Не утешал ее, плачущую, хотя не было ничего проще, чем взять на руки и носить, укачивая… Но кто-то или что-то мешало… Зовется ли этот «кто-то» – Бог? или это «что-то» – Судьба?
Но ведь он, Георгий Николаевич Бучнев, тридцати трех лет от роду, ошибаясь, блуждая, нашел свой фарватер! Тогда при чем здесь Бог и Судьба?..
…Как неуютно от Риночкиного плача, от того, что она говорит.
– …А в промежутках между встречами копил деньги, чтобы снимать лучшие номера в лучших гостиницах, чтобы шампанское было самым дорогим, а я не люблю шампанское… И все всегда было так неловко, нелепо… В последнюю встречу ползал у меня в ногах: «Прошу вас, хоть надежду дайте, что раз в году, только раз в году… я ради этого жить буду… научусь быть мужчиною… ведь больше ни перед кем теперь раздеться не решусь…» Бедный, он надеялся, наверное, на мой опыт… а что у меня за опыт? – как быть нежеланной?!
«Надо убедить, – думал Георгий, – что моего опыта хватит на двоих, весь пригодится, даже опыт непотребства с сучкою. Убедить, что она – самая желанная на свете, что стану бешено ее ревновать, потому что она для всех – а не для меня только – самая желанная… Буду искать и копить слова, жесты, прикосновения… не спеша, очень терпеливо, ведь время есть, есть бездна времени…»
В конце июня Рина, навестив Павлушку на большефонтанской даче, снятой в складчину с Торобчинскими, вдруг обнаружила, что сын заговорил устоявшимся сочным баритоном, что непрестанно облизывает верхнюю губу, будто увлажняя ее и помогая пробившимся усиками расти бодрее и дружнее.
И тут же нахлынула очередная волна тревожной мнительности, тут же почудилось, что пугающе незнакомый подросток – уже не ее, будто он только и мечтает оказаться в объятиях других, по-другому ласковых рук.

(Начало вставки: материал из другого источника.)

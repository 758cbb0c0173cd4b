"""What the user brings: read, checked, brought to SI."""
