"""Receptors from points, sites and a grid, in that order."""

from __future__ import annotations

from collections.abc import Sequence
from dataclasses import dataclass, field
from typing import Any, Final

import numpy as np
import shapely

from roaddisp.geometry.receptors import (
    cell_positions,
    count_inside,
    grid_cells,
    grid_extent,
    inside_points,
    nearest_edge,
    on_road,
    outline_points,
)
from roaddisp.model import FloatArray, Grid, IntArray, Network, Receptors, Site
from roaddisp.study.columns import TableView
from roaddisp.study.layers import geometries
from roaddisp.study.problems import Problems, listed
from roaddisp.study.projection import WGS84, layer_crs, moved

MOST_CELLS: Final = 40_000_000
MOST_RECEPTORS: Final = 3_000_000
_FAR: Final = 3000.0  # m


@dataclass
class Gathered:
    """Receptors gathered so far, before the roads flag them."""

    receptor: list[str] = field(default_factory=list)
    site: list[str] = field(default_factory=list)
    kind: list[str] = field(default_factory=list)
    x: list[FloatArray] = field(default_factory=list)
    y: list[FloatArray] = field(default_factory=list)
    z: list[FloatArray] = field(default_factory=list)
    cell: list[IntArray] = field(default_factory=list)
    grid: Grid | None = None
    sites: tuple[Site, ...] = ()
    sound: bool = True

    def add(
        self,
        ids: Sequence[str],
        site: Sequence[str],
        kind: Sequence[str],
        x: FloatArray,
        y: FloatArray,
        z: FloatArray,
        cell: IntArray | None = None,
    ) -> None:
        """Add receptors behind those there are."""
        self.receptor += ids
        self.site += site
        self.kind += kind
        self.x.append(x)
        self.y.append(y)
        self.z.append(z)
        self.cell.append(np.full((len(ids), 2), -1) if cell is None else cell)


def add_points(gathered: Gathered, view: TableView, crs: Any, height: float) -> None:
    """Add the points of a layer or a CSV."""
    before = view.problems.errors
    ids, sites, kinds = view.words("receptor"), view.words("site"), view.words("kind")
    heights = view.numbers("height")
    first: dict[str, int] = {}
    twice = [row for row, name in enumerate(ids) if name and first.setdefault(name, row) != row]
    if twice:
        what = "feature" if view.table.is_layer else "row"
        view.error(
            "an id that stands twice",
            "receptor",
            twice[0],
            value=ids[twice[0]],
            allowed="ids that are unique",
            mend=f"{what} {first[ids[twice[0]]] + 1} has it too: rename or delete one of them",
            count=len(twice),
        )
    place = _layer_points(view, crs) if view.table.is_layer else _csv_points(view, crs)
    if place is None or view.problems.errors > before or not view.complete:
        gathered.sound = False
        return
    x, y = place
    lost = np.flatnonzero(~np.isfinite(x) | ~np.isfinite(y))
    if lost.size:
        gathered.sound = False
        view.error(
            "coordinates that cannot be brought into the study's CRS",
            "receptor",
            int(lost[0]),
            value=ids[int(lost[0])],
            allowed=f"a place that {crs.to_string()} covers",
            mend="look whether the CRS is the one the coordinates are in",
            count=lost.size,
        )
        return
    z = np.where(np.isnan(heights), height, heights)
    gathered.add(ids, sites, kinds, x, y, z)


def _layer_points(view: TableView, crs: Any) -> tuple[FloatArray, FloatArray] | None:
    shapes = geometries(view.table, ("Point",), view.problems)
    source = layer_crs(view.table, view.problems)
    if source is None or None in shapes:
        return None
    points = shapely.get_coordinates(shapes)
    return moved(points[:, 0], points[:, 1], source, crs)


def _csv_points(view: TableView, crs: Any) -> tuple[FloatArray, FloatArray] | None:
    metric, degrees = ("x", "y"), ("longitude", "latitude")
    have = [pair for pair in (metric, degrees) if view.has(pair[0]) or view.has(pair[1])]
    if len(have) != 1 or not all(view.has(name) for name in have[0]):
        view.problems.error(
            "the points give no place" if not have else "the place of the points is not clear",
            file=view.table.file,
            place=view.table.place(),
            value=listed(view.table.names),
            allowed="columns 'x [m]' and 'y [m]' in the study CRS, or 'longitude' and 'latitude'",
            mend="give one of the two pairs",
        )
        return None
    first, second = (view.numbers(name) for name in have[0])
    for name, values in zip(have[0], (first, second), strict=True):
        empty = np.flatnonzero(np.isnan(values))
        if empty.size and view.clean:
            view.error(
                "an empty cell",
                name,
                int(empty[0]),
                allowed="a value in every row",
                mend="fill it in",
                count=empty.size,
            )
    if have[0] == metric:
        return first, second
    return moved(first, second, WGS84, crs)


def add_sites(
    gathered: Gathered, view: TableView, crs: Any, height: float, *, outline: float, inside: float
) -> None:
    """Add the receptors of sites: along their outlines, then inside."""
    before = view.problems.errors
    names, kinds = view.words("site"), view.words("kind")
    shapes = geometries(view.table, ("Polygon", "MultiPolygon"), view.problems)
    source = layer_crs(view.table, view.problems)
    first: dict[str, int] = {}
    twice = [row for row, name in enumerate(names) if name and first.setdefault(name, row) != row]
    if twice:
        view.error(
            "a site that stands twice",
            "site",
            twice[0],
            value=names[twice[0]],
            allowed="one feature a site",
            mend="join its parts to one multipolygon",
            count=len(twice),
        )
    if source is None or view.problems.errors > before or not view.complete:
        gathered.sound = False
        return
    sites = []
    for row, (name, kind, shape) in enumerate(zip(names, kinds, shapes, strict=True)):
        polygons = _rings(shape, source, crs)
        if not all(np.isfinite(ring).all() for polygon in polygons for ring in polygon):
            view.error(
                "coordinates that cannot be brought into the study's CRS",
                "site",
                row,
                value=name,
                allowed=f"a place that {crs.to_string()} covers",
                mend="look whether the layer's CRS is right",
            )
            gathered.sound = False
            continue
        if sum(count_inside([polygon], inside) for polygon in polygons) > MOST_CELLS:
            view.error(
                "a site too large for the spacing of its receptors",
                "site",
                row,
                value=name,
                allowed=f"at most {MOST_RECEPTORS} receptors",
                mend="widen inside_spacing and outline_spacing in [receptors]",
            )
            gathered.sound = False
            continue
        points = np.concatenate(
            [outline_points(polygons, outline), inside_points(polygons, inside)]
        )
        count = len(points)
        ids = [f"{name}-{n}" for n in range(1, count + 1)]
        gathered.add(
            ids, [name] * count, [kind] * count, points[:, 0], points[:, 1], np.full(count, height)
        )
        sites.append(Site(name, kind, tuple(polygons)))
    gathered.sites = tuple(sites)


def _rings(shape: Any, source: Any, crs: Any) -> list[tuple[FloatArray, ...]]:
    polygons = []
    for part in shapely.get_parts(shape):
        rings = []
        for ring in (part.exterior, *part.interiors):
            points = shapely.get_coordinates(ring)
            rings.append(np.column_stack(moved(points[:, 0], points[:, 1], source, crs)))
        polygons.append(tuple(rings))
    return polygons


def add_grid(
    gathered: Gathered,
    networks: Sequence[Network],
    grid: Any,
    height: float,
    problems: Problems,
    *,
    file: str,
    place: str,
) -> None:
    """Add the cells of a grid around the roads of all scenarios."""
    lines = [link for network in networks for link in network.lines]
    width = np.concatenate([network.width for network in networks])
    extent = grid_extent(lines, width, spacing=grid.spacing, within=grid.within)
    size = extent.rows * extent.columns
    if 0 < size <= MOST_CELLS:
        taken = grid_cells(lines, width, extent, within=grid.within)
        cell = np.argwhere(taken).astype(np.int64)
        size = len(cell)
    if not 0 < size <= MOST_RECEPTORS:
        message = "too many cells" if size > 0 else "the grid has no cell near a road"
        problems.error(
            f"receptors.grid: {message}",
            file=file,
            place=place,
            value=f"{max(size, 0)} cells of {grid.spacing:g} m within {grid.within:g} m",
            allowed=f"1 to {MOST_RECEPTORS} cells, in a frame of at most {MOST_CELLS}",
            mend="widen the spacing or narrow the distance" if size > 0 else "narrow the spacing",
        )
        gathered.sound = False
        return
    x, y = cell_positions(extent, cell)
    ids = [f"grid-{row}-{column}" for row, column in cell.tolist()]
    empty = [""] * len(ids)
    gathered.add(ids, empty, ["grid"] * len(ids), x, y, np.full(len(ids), height), cell)
    gathered.grid = extent


def finish(
    gathered: Gathered, network: Network, crs: Any, problems: Problems, *, file: str, place: str
) -> Receptors | None:
    """Make the receptors of a scenario: placed on the earth, and flagged by its roads."""
    ids = gathered.receptor
    if not ids:
        problems.error(
            "receptors: there is none",
            file=file,
            place=place,
            allowed="at least one of points, sites and grid",
            mend="add points, sites or a grid",
        )
        return None
    seen: set[str] = set()
    twice = [name for name in ids if name in seen or seen.add(name)]  # type: ignore[func-returns-value]
    if twice:
        problems.error(
            "receptors: points, sites and grid make the same id",
            file=file,
            place=place,
            value=listed(twice),
            allowed="ids that are unique",
            mend="rename the points or the sites",
            count=len(twice),
        )
        return None
    x, y, z = (np.concatenate(parts) for parts in (gathered.x, gathered.y, gathered.z))
    longitude, latitude = moved(x, y, crs, WGS84)
    flagged = on_road(x, y, network.lines, network.width)
    return Receptors(
        tuple(ids),
        tuple(gathered.site),
        tuple(gathered.kind),
        x,
        y,
        z,
        longitude,
        latitude,
        flagged,
        gathered.grid,
        np.concatenate(gathered.cell),
    )


def caution_receptors(
    receptors: Receptors, network: Network, lid: float, problems: Problems, *, file: str, place: str
) -> None:
    """Note receptors on the road, far from every road, or above the lid."""
    listed_points = receptors.on_road & (receptors.cell[:, 0] < 0)
    for which, what in (
        (listed_points, "receptors on the road: they keep their row, and no standard judges them"),
        (
            receptors.on_road & ~listed_points,
            "grid cells on the road: they keep their value, flagged",
        ),
    ):
        rows = np.flatnonzero(which)
        if rows.size:
            problems.caution(
                f"receptors: {what}",
                file=file,
                place=place,
                count=rows.size,
                value=listed([receptors.receptor[row] for row in rows[:5]]),
                mend="move them to where people are, or accept it",
            )
    distance = nearest_edge(receptors.x, receptors.y, network.lines, network.width)
    if distance > _FAR:
        problems.caution(
            "receptors: roads and receptors do not overlap",
            file=file,
            place=place,
            value=f"{distance / 1000:.3g} km from the nearest receptor to the nearest road",
            mend="look whether the CRS of both layers is right",
        )
    above = np.flatnonzero(receptors.z > lid)
    if above.size:
        problems.caution(
            "receptors: above the lid in some hours, in which they receive nothing",
            file=file,
            place=place,
            count=above.size,
            value=f"{receptors.receptor[above[0]]}, "
            f"{receptors.z[above[0]]:g} m; lowest lid {lid:g} m",
            mend="look whether heights and mixing heights are in the right unit",
        )
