"""Write random cases for comparing `notchwright assess` with the reference.

Usage: python3 random_cases.py DIR COUNT SEED

Half of the cases are `exact`: whole-number histories with scales, offsets and
factors that are exact in binary, so that equal loads and exact mirror values
occur often and no order of arithmetic can break them. The others use decimals
throughout. The same seed writes the same cases.
"""

import os
import random
import sys

import yaml

import assess_reference

RULES = ("neuber", "esed", "linear", "limit_load", "curve")
CORRECTIONS = ("none", "morrow", "manson_halford", "swt", "walker")
ENDURANCE_OPTIONS = ("damages", "damages", "harmless", "harmless_until_exceeded")


def stress_text(rng, mpa):
    """The stress in one of the units of the case format."""
    unit = rng.choice(("MPa", "MPa", "GPa", "ksi"))
    return f"{mpa / assess_reference.STRESS_UNITS[unit]:.6g} {unit}"


# --- Material ---------------------------------------------------------------

def random_material(rng):
    group = rng.choice(("steel", "steel", "aluminium", "titanium"))
    modulus = {"steel": rng.uniform(195e3, 215e3), "aluminium": rng.uniform(68e3, 75e3),
               "titanium": rng.uniform(105e3, 120e3)}[group]
    ultimate = rng.uniform(350.0, 1500.0) if group == "steel" else rng.uniform(250.0, 900.0)
    material = {"name": f"random-{group}", "group": group, "basis": "estimated",
                "source": "random numbers, no real material",
                "ultimate_strength": stress_text(rng, ultimate),
                "youngs_modulus": stress_text(rng, modulus)}
    if rng.random() < 0.2:
        material = {"estimate": "uniform_material_law", "group": group,
                    "ultimate_strength": material["ultimate_strength"],
                    "youngs_modulus": material["youngs_modulus"]}
        return material
    if rng.random() < 0.8:
        material["cyclic_curve"] = {
            "strength_coefficient": stress_text(rng, ultimate * rng.uniform(1.1, 2.0)),
            "hardening_exponent": round(rng.uniform(0.06, 0.24), 4)}
    strength_ratio = rng.uniform(1.3, 2.0)
    if "cyclic_curve" in material and rng.random() < 0.1:  # so that mean stresses reach it
        strength_ratio *= 0.25
    material["strain_life"] = {
        "fatigue_strength_coefficient": stress_text(rng, ultimate * strength_ratio),
        "fatigue_strength_exponent": round(rng.uniform(-0.13, -0.06), 4),
        "fatigue_ductility_coefficient": round(rng.uniform(0.1, 1.4), 4),
        "fatigue_ductility_exponent": round(rng.uniform(-0.80, -0.45), 4)}
    if rng.random() < 0.7:
        strain = 0.45 * ultimate / modulus * rng.uniform(0.7, 1.5)
        material["endurance"] = {"strain_amplitude": float(f"{strain:.4g}"), "cycles": 2000000}
    return material


# --- Load -------------------------------------------------------------------

def whole_numbers(rng, length, reach):
    if rng.random() < 0.5:
        return [rng.randint(-reach, reach) for _ in range(length)]
    value, values = 0, []
    for _ in range(length):  # bounded walk: many nested and hanging loops
        value = max(-reach, min(reach, value + rng.randint(-reach // 2, reach // 2)))
        values.append(value)
    return values


def decimals(rng, length, reach):
    return [round(rng.gauss(0.0, reach / 2.0), 3) for _ in range(length)]


def random_events(rng, exact, reach):
    count = rng.randint(1, 3)
    lengths = [max(2, rng.randint(5, 60) // count) for _ in range(count)]
    draw = whole_numbers if exact else decimals
    return [{"history": draw(rng, length, reach), "repeats": rng.choice((1, 1, 2, 3, 4))}
            for length in lengths]


def scale_stress_events(rng, events, exact, factor, peak, reach):
    """Scales and offsets that bring the largest notch stress near `peak`."""
    for event in events:
        elastic_peak = rng.random() < 0.25
        if elastic_peak:
            event["as"] = "notch_elastic_stress"
        elif rng.random() < 0.5:
            event["as"] = "nominal_stress"
        scale = peak / reach / (1.0 if elastic_peak else factor)
        scale = max(0.25, round(scale * 4.0) / 4.0) if exact else float(f"{scale:.4g}")
        event["scale"] = f"{scale} MPa" if exact else stress_text(rng, scale)
        if rng.random() < 0.35:
            offset = scale * rng.uniform(-0.6, 0.6) * reach
            event["offset"] = f"{round(offset)} MPa" if exact else stress_text(rng, offset)


def scale_strain_events(rng, events, exact, peak_strain, reach):
    """Imposed strain. Exact cases take no offset: their sums would be rounded."""
    for event in events:
        event["as"] = "notch_strain"
        scale = max(1, round(peak_strain / reach * 1e6))
        event["scale"] = f"{scale} microstrain"
        if not exact and rng.random() < 0.35:
            event["offset"] = f"{rng.uniform(-0.4, 0.4) * peak_strain * 100.0:.4g} %"


# --- Notch and life ---------------------------------------------------------

def random_notch(rng, exact):
    notch = {"kt": rng.randint(8, 32) / 8 if exact else round(rng.uniform(1.0, 4.0), 3)}
    if rng.random() < 0.3:
        kf = 1.0 + (notch["kt"] - 1.0) * rng.uniform(0.5, 1.0)
        notch["kf"] = max(8, int(kf * 8)) / 8 if exact else max(1.0, round(kf, 3))
    notch["rule"] = rng.choice(RULES)
    if notch["rule"] == "limit_load":
        notch["limit_load_ratio"] = round(rng.uniform(1.1, 4.0), 3)
    if notch["rule"] in ("neuber", "esed") and rng.random() < 0.3:
        notch["net_section"] = "plastic"
    return notch


def random_life(rng, material):
    life = {"mean_stress": rng.choice(CORRECTIONS),
            "damage_sum": rng.choice((1.0, 1.0, 0.9, 0.5, 0.3))}
    if life["mean_stress"] == "walker" and (material["group"] != "steel" or rng.random() < 0.5):
        life["walker_gamma"] = round(rng.uniform(0.4, 0.9), 3)
    # The law gives the endurance as a strain for steels.
    law = "estimate" in material and material["group"] == "steel"
    if "endurance" in material or law:
        life["below_endurance"] = rng.choice(ENDURANCE_OPTIONS)
    return life


def write_notch_curve(rng, path, material, peak):
    """A table up to `peak` somewhat stiffer than Neuber, in uneven steps."""
    curve = assess_reference.NotchCurve(material, "neuber")
    steps = rng.randint(6, 16)
    rows = ["0,0,0"] if rng.random() < 0.5 else []
    for step in range(1, steps + 1):
        load = peak * (step / steps) ** 1.3
        stress, strain = curve.at(load)
        rows.append(f"{load:.7g},{0.97 * stress:.7g},{0.93 * strain:.7g}")
    with open(path, "w", encoding="utf-8") as file:
        file.write("load[MPa],stress[MPa],strain\n" + "\n".join(rows) + "\n")


def largest_load(events, notch, material):
    """Largest notch stress of either sign, the residual stress included."""
    residual = assess_reference.quantity(notch.get("residual_stress", 0),
                                         assess_reference.STRESS_UNITS, "residual_stress")
    factor = notch.get("kf", notch["kt"])
    loads = [load + residual for event in events
             for load in assess_reference.read_event(event, "", material, factor, "").loads]
    return max(abs(load) for load in loads + [residual])


def random_case(rng, directory, name):
    exact = rng.random() < 0.5
    case = {"notchwright": 1, "title": name, "material": random_material(rng)}
    material = assess_reference.read_material(case["material"], "")
    strength = material.strength_coefficient
    reach = rng.choice((4, 10, 100))
    events = random_events(rng, exact, reach)
    notch = random_notch(rng, exact)
    if rng.random() < 0.12:
        peak_strain = rng.uniform(0.5, 4.0) * strength / material.modulus
        scale_strain_events(rng, events, exact, min(peak_strain, 0.03), reach)
        notch = {"rule": "linear"}
    else:
        factor = notch.get("kf", notch["kt"])
        peak = strength * rng.uniform(0.15, 1.5)
        scale_stress_events(rng, events, exact, factor, peak, reach)
        if rng.random() < 0.3:
            residual = strength * rng.uniform(-0.4, 0.4)
            notch["residual_stress"] = f"{round(residual)} MPa" if exact \
                else stress_text(rng, residual)
        if rng.random() < 0.2:  # one threshold for all events: no doubt whose it is
            ignore = stress_text(rng, peak * rng.uniform(0.05, 0.6))
            for event in events:
                event["ignore_ranges_below"] = ignore
    case["notch"] = notch
    case["load"] = events
    case["life"] = random_life(rng, case["material"])
    if notch["rule"] == "curve":
        notch["curve"] = f"{name}_curve.csv"
        write_notch_curve(rng, os.path.join(directory, notch["curve"]), material,
                          1.05 * largest_load(events, notch, material) + 1.0)
    with open(os.path.join(directory, f"{name}.yaml"), "w", encoding="utf-8") as file:
        yaml.safe_dump(case, file, sort_keys=False, default_flow_style=None, width=100)


def main(arguments):
    if len(arguments) != 4:
        print("usage: random_cases.py DIR COUNT SEED", file=sys.stderr)
        return 2
    directory, count, seed = arguments[1], int(arguments[2]), int(arguments[3])
    os.makedirs(directory, exist_ok=True)
    rng = random.Random(seed)
    for number in range(count):
        random_case(rng, directory, f"case_{number:05d}")
    return 0


if __name__ == "__main__":
    sys.exit(main(sys.argv))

Наблюдая, как он мелькает среди верхних ветвей раскидистого черешневого дерева, как отважно тянется за самыми заветными плодами, не обращая внимания на возмущенные крики ласточек и нектарниц, чувствовала, что почему-то за него не страшно. Это ощущение, будто ничего дурного с ним не случится, радовало: кажется, она вырастила мужественного и жизнеспособного Соловьева, а вовсе не изнеженного Сантиньева! Но и печалило – отныне он все сможет сам: и пищу добыть, и свой художественный талант утвердить… А тогда зачем жить ей?
…Павлу было вольготно среди густой зелени, укрывавшей от солнца его обгоревшее лицо. Правда, какой-нибудь особо пронырливый солнечный луч изредка умудрялся поставить на пламенеющую кожу дьявольски припекающий горчичник, но эти укусы боли понуждали его становиться еще стремительнее и точнее. Таким, каким был незадолго до переезда на дачу, когда мамуля с Георгием Николаевичем гуляли, а он, касаясь тела Ганны, изучал особенно волнующие страницы стыренного из мастерской отца анатомического атласа. «Печень…» – и палец слегка погружался в рыхлый живот кухарки. «А где же у нас селезенка?.. Вот она, слева… Та-а-к, дальше… Здесь… – И глаза, елико возможно, скашивались на условную женскую фигуру с разноцветными пятнами и извивами внутренних органов; палец же еще глубже вдавливался в совсем не условную плоть, горячую даже сквозь юбки. – Здесь, Ганна, твоя матка». «Яка така матка? – хихикала кухарка. – Мати моя у Вiнницi живе… Ой, панич, лоскотно!»[12]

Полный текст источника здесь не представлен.